In the book there’s a line that says, “…this is the only language acceptable to them”, and you’re referring to the police who are not having a good day in this book, actually they’re having a pretty horrible day. And because of the events of the last year and a half, and even much longer, many people are now beginning to understand the state sponsored violence perpetrated by the police against the Black community.
As you know, the Latinx community is no better off, but it’s filtered through a lens of immigration policy, with Latinx people getting brutalized and criminalized under this false guise of immigration enforcement. This is something that comes up in your book, maybe not outright, but characters like Pedro express their complete mistrust of the police and authorities in general. But I think you get the message across that the Latinx community and the police are not in good standing.
Yeah, I mean this is something that I grew up with, I’ve had family members who were cops, and then I have family members who have been taken into custody just because they were outside at a certain time of day. And so I’ve seen both sides, I’ve witnessed both of those things. And movements like Black Lives Matter were inspiring because so many of them were young Black and brown kids who were at the forefront of fighting against that, and to me, that is historical. It mirrors in many ways what happened in the 1970s, with groups like the Black Panthers. It’s like history repeating itself in the sense that the young people are the ones who are leading, who are at the forefront, who are forcing change, and you can just imagine all the anxiety. My husband is a guidance counselor for a high school here in East LA, and we’re always talking about those kinds of horrible situations, with who are essentially kids having to deal with so much.
And so I wanted to write about that the violence being perpetrated by the police is unnatural. The Visitor kind of just brings up, you know, uses those weapons against the cops, uses it against the system, and it’s very violent, like nature is very violent.
Oh yeah, for sure, and there’s instances where any outside observer or visitor from another planet should be able to look at the situation and see that these scales are not balanced right? The scales of justice are not balanced; in fact they’re tipping way, way in the wrong direction. And I think you know this Visitor; he’s providing that perspective.
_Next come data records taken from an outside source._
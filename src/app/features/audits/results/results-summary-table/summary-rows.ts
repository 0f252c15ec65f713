import type { AuditResults, DescriptiveStatistics, IntervalOutcomeSummary, ProportionEstimate } from '@tidemark/shared';
import { NOT_AVAILABLE, formatInterval, formatNumber, formatShare } from '../chart-kit/result-format';
import { WHOLE_COHORT_LABEL } from '../cohort-label';

/** An estimate and its 95% interval, worded apart so the table can set the interval on its own line. */
export interface WordedEstimate {
  readonly value: string;
  readonly ci: string | null;
}

/** One row of the summary table: a group (or the whole cohort) at one interval, already worded. */
export interface SummaryRow {
  readonly id: string;
  readonly group: string;
  readonly interval: string;
  readonly nSites: number;
  readonly nPatients: number;
  readonly reboundSite: WordedEstimate;
  readonly reboundPatient: WordedEstimate;
  readonly stable: WordedEstimate;
  readonly minor: WordedEstimate;
  readonly relapse: WordedEstimate;
  readonly retained: WordedEstimate;
}

/** Which rows to show. */
export interface SummaryFilter {
  /** One interval's key, or null for every interval. */
  readonly intervalKey: string | null;
  /** Words a row's group or interval must contain (case-insensitive); empty keeps all. */
  readonly text: string;
  /** The first row's name: the cohort the results show (see `cohortLabel`); "All cases" when left out. */
  readonly cohortLabel?: string;
}

/**
 * Rows of the summary table: the cohort shown (named after the narrowing, so a narrowed table
 * never claims "All cases"), then one per group when grouped, at the chosen interval (or every
 * interval), filtered by the typed words.
 */
export function summaryRows(results: AuditResults, filter: SummaryFilter): SummaryRow[] {
  const lines = [{ group: filter.cohortLabel ?? WHOLE_COHORT_LABEL, summary: results.summary }, ...results.groups.map((group) => ({ group: group.label, summary: group.summary }))];
  const intervals = results.schedule.filter((interval) => filter.intervalKey === null || interval.key === filter.intervalKey);
  const words = filter.text.trim().toLowerCase();
  return lines
    .flatMap((line) =>
      intervals.map((interval) => {
        const found = line.summary.intervals.find((summary) => summary.intervalKey === interval.key) ?? null;
        return summaryRow(`${line.group}|${interval.key}`, line.group, interval.label, found);
      }),
    )
    .filter((row) => words === '' || `${row.group} ${row.interval}`.toLowerCase().includes(words));
}

const MISSING: WordedEstimate = { value: NOT_AVAILABLE, ci: null };

/** A mean with its t-based 95% CI, the unit once at the end: "0.79 mm", "0.72 to 0.86 mm". */
export function wordedMean(stats: DescriptiveStatistics | null, digits: number, unit: string): WordedEstimate {
  if (!stats) return MISSING;
  const number = (value: number) => formatNumber(value, digits);
  return { value: `${number(stats.mean)}${unit}`, ci: stats.ci95 ? `${formatInterval(stats.ci95[0], stats.ci95[1], number)}${unit}` : null };
}

/** A share with its Wilson 95% interval: "49.9%", "44.6 to 55.1%". */
export function wordedShare(estimate: ProportionEstimate): WordedEstimate {
  if (estimate.p === null) return MISSING;
  const percent = (value: number) => formatNumber(value * 100, 1);
  const ci = estimate.lower !== null && estimate.upper !== null ? `${formatInterval(estimate.lower, estimate.upper, percent)}%` : null;
  return { value: formatShare(estimate.p), ci };
}

function summaryRow(id: string, group: string, interval: string, summary: IntervalOutcomeSummary | null): SummaryRow {
  if (!summary) {
    return { id, group, interval, nSites: 0, nPatients: 0, reboundSite: MISSING, reboundPatient: MISSING, stable: MISSING, minor: MISSING, relapse: MISSING, retained: MISSING };
  }
  return {
    id,
    group,
    interval,
    nSites: summary.nSites,
    nPatients: summary.nPatients,
    reboundSite: wordedMean(summary.rebound.site, 2, ' mm'),
    reboundPatient: wordedMean(summary.rebound.patient, 2, ' mm'),
    stable: wordedShare(summary.stability.stable),
    minor: wordedShare(summary.stability.minor),
    relapse: wordedShare(summary.stability.relapse),
    retained: wordedMean(summary.percentRetained.patient, 1, '%'),
  };
}
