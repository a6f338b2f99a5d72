// The detector rules of a setup: defaults until an operator changes them; every changed field is
// recorded with who, when, old and new value, and the changed rule's version goes up by one.
import { desc, eq } from 'drizzle-orm';
import { detectorRulesSchema, parseDetectorRules, type DetectorRules } from '../../detect/rules';
import type { Db } from '../db';
import { ruleChanges, setupRules, user } from '../db/schema';

export async function getSetupRules(db: Db, setupId: string): Promise<DetectorRules> {
	const [row] = await db.select({ rules: setupRules.rules }).from(setupRules).where(eq(setupRules.setupId, setupId));
	return parseDetectorRules(row?.rules ?? {});
}

type Change = { field: string; oldValue: unknown; newValue: unknown };

/** Field-by-field differences (dotted paths), ignoring the version numbers themselves. */
export function diffRules(before: DetectorRules, after: DetectorRules): Change[] {
	const changes: Change[] = [];
	const walk = (a: unknown, b: unknown, path: string) => {
		if (JSON.stringify(a) === JSON.stringify(b)) return;
		const bothObjects = a && b && typeof a === 'object' && typeof b === 'object' && !Array.isArray(a) && !Array.isArray(b);
		if (!bothObjects) return changes.push({ field: path, oldValue: a ?? null, newValue: b ?? null });
		for (const key of new Set([...Object.keys(a as object), ...Object.keys(b as object)])) {
			if (key === 'version') continue;
			walk((a as Record<string, unknown>)[key], (b as Record<string, unknown>)[key], path ? `${path}.${key}` : key);
		}
	};
	walk(before, after, '');
	return changes;
}

/**
 * Validates and stores a whole rule set. Versions are the server's to set: each rule whose fields
 * changed gets its previous version + 1; the others keep theirs. Returns the stored rules and changes.
 */
export async function putSetupRules(db: Db, setupId: string, input: unknown, actorId: string) {
	const parsed = detectorRulesSchema.safeParse(input);
	if (!parsed.success) return { error: parsed.error } as const;
	return db.transaction(async (tx) => {
		const [row] = await tx.select({ rules: setupRules.rules }).from(setupRules).where(eq(setupRules.setupId, setupId));
		const before = parseDetectorRules(row?.rules ?? {});
		const next = structuredClone(parsed.data) as Record<string, { version: number }>;
		const changes = diffRules(before, parsed.data);
		for (const kind of Object.keys(next)) {
			const previous = (before as Record<string, { version: number }>)[kind]?.version ?? 1;
			const touched = changes.some((c) => c.field === kind || c.field.startsWith(`${kind}.`));
			next[kind].version = touched ? previous + 1 : previous;
		}
		const rules = parseDetectorRules(next);
		await tx
			.insert(setupRules)
			.values({ setupId, rules, updatedBy: actorId })
			.onConflictDoUpdate({ target: setupRules.setupId, set: { rules, updatedBy: actorId, updatedAt: new Date() } });
		if (changes.length) await tx.insert(ruleChanges).values(changes.map((c) => ({ setupId, actorId, ...c })));
		return { rules, changes } as const;
	});
}

export async function ruleHistory(db: Db, setupId: string) {
	return db
		.select({
			id: ruleChanges.id,
			at: ruleChanges.at,
			field: ruleChanges.field,
			oldValue: ruleChanges.oldValue,
			newValue: ruleChanges.newValue,
			actorName: user.name
		})
		.from(ruleChanges)
		.leftJoin(user, eq(user.id, ruleChanges.actorId))
		.where(eq(ruleChanges.setupId, setupId))
		.orderBy(desc(ruleChanges.id))
		.limit(200);
}
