// Rates with exact intervals against a prediction. Interval values: Garwood (1936), Biometrika 28,
// 437–442, as listed in /work/shared/REFERENCES.md (95 %: n = 0 → (0, 3.6889); n = 10 → (4.7954, 18.3904)).
// Tail probabilities are checked against a direct sum of the Poisson pmf written here.
import { describe, expect, it } from 'vitest';
import { compareRate } from '../../../src/lib/summary/rates';

function poissonCdfBySum(k: number, mu: number): number {
	let term = Math.exp(-mu);
	let sum = term;
	for (let j = 1; j <= k; j++) {
		term *= mu / j;
		sum += term;
	}
	return sum;
}

describe('compareRate', () => {
	it('divides the Garwood limits by the exposure', () => {
		const r = compareRate(10, 2, null);
		expect(r.rate_per_s).toBe(5);
		expect(r.interval_per_s!.lower).toBeCloseTo(4.7954 / 2, 4);
		expect(r.interval_per_s!.upper).toBeCloseTo(18.3904 / 2, 4);
		expect(r.verdict).toBe('no prediction');
		const zero = compareRate(0, 100, null);
		expect(zero.interval_per_s!.lower).toBe(0);
		expect(zero.interval_per_s!.upper).toBeCloseTo(3.6889 / 100, 6);
	});

	it('gives the two-sided exact p-value of the count under the prediction', () => {
		// 20 seen where 10 were predicted: upper tail P(K ≥ 20 | 10) = 1 − P(K ≤ 19 | 10).
		const upper = 1 - poissonCdfBySum(19, 10);
		const r = compareRate(20, 1000, 10);
		expect(r.pValue).toBeCloseTo(2 * upper, 8);
		expect(r.verdict).toBe('above prediction');
		expect(r.ratio).toBe(2);
		expect(r.expected_rate_per_s).toBeCloseTo(0.01, 12);
		// 2 seen where 12 were predicted: lower tail P(K ≤ 2 | 12).
		const low = compareRate(2, 1000, 12);
		expect(low.pValue).toBeCloseTo(2 * poissonCdfBySum(2, 12), 10);
		expect(low.verdict).toBe('below prediction');
		// Right on the prediction: both tails exceed 1/2, so the p-value caps at 1.
		expect(compareRate(10, 5, 10).pValue).toBe(1);
		expect(compareRate(10, 5, 10).verdict).toBe('as predicted');
	});

	it('says so when there is no exposure and refuses bad input', () => {
		expect(compareRate(0, 0, 3).verdict).toBe('no exposure');
		expect(() => compareRate(1.5, 1, null)).toThrow(/whole number/);
		expect(() => compareRate(1, -1, null)).toThrow(/exposure_s/);
		expect(() => compareRate(1, 1, -2)).toThrow(/expected/);
	});
});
I think he (and his race) are looking at us from this entirely separate point of view and just saying like yeah, no, you guys have it all wrong. You had your chance, and this is way you chose to deal with your own people, you screwed it up. It’s an important allegory Lilliam and I really appreciated not what you were trying to say, but what you did say.
Speaking of, one of the cool things I like about the aliens in We Light Up the Sky is how they use ecology against us, like the natural world is sort of fighting back. You know plants, animals, and just about everything in between. We’re so used to these Hollywood movies where the aliens arrive with giant laser beams, laser cannons, and spaceships, but here, they’re using our own planet against us, which I thought was very clever.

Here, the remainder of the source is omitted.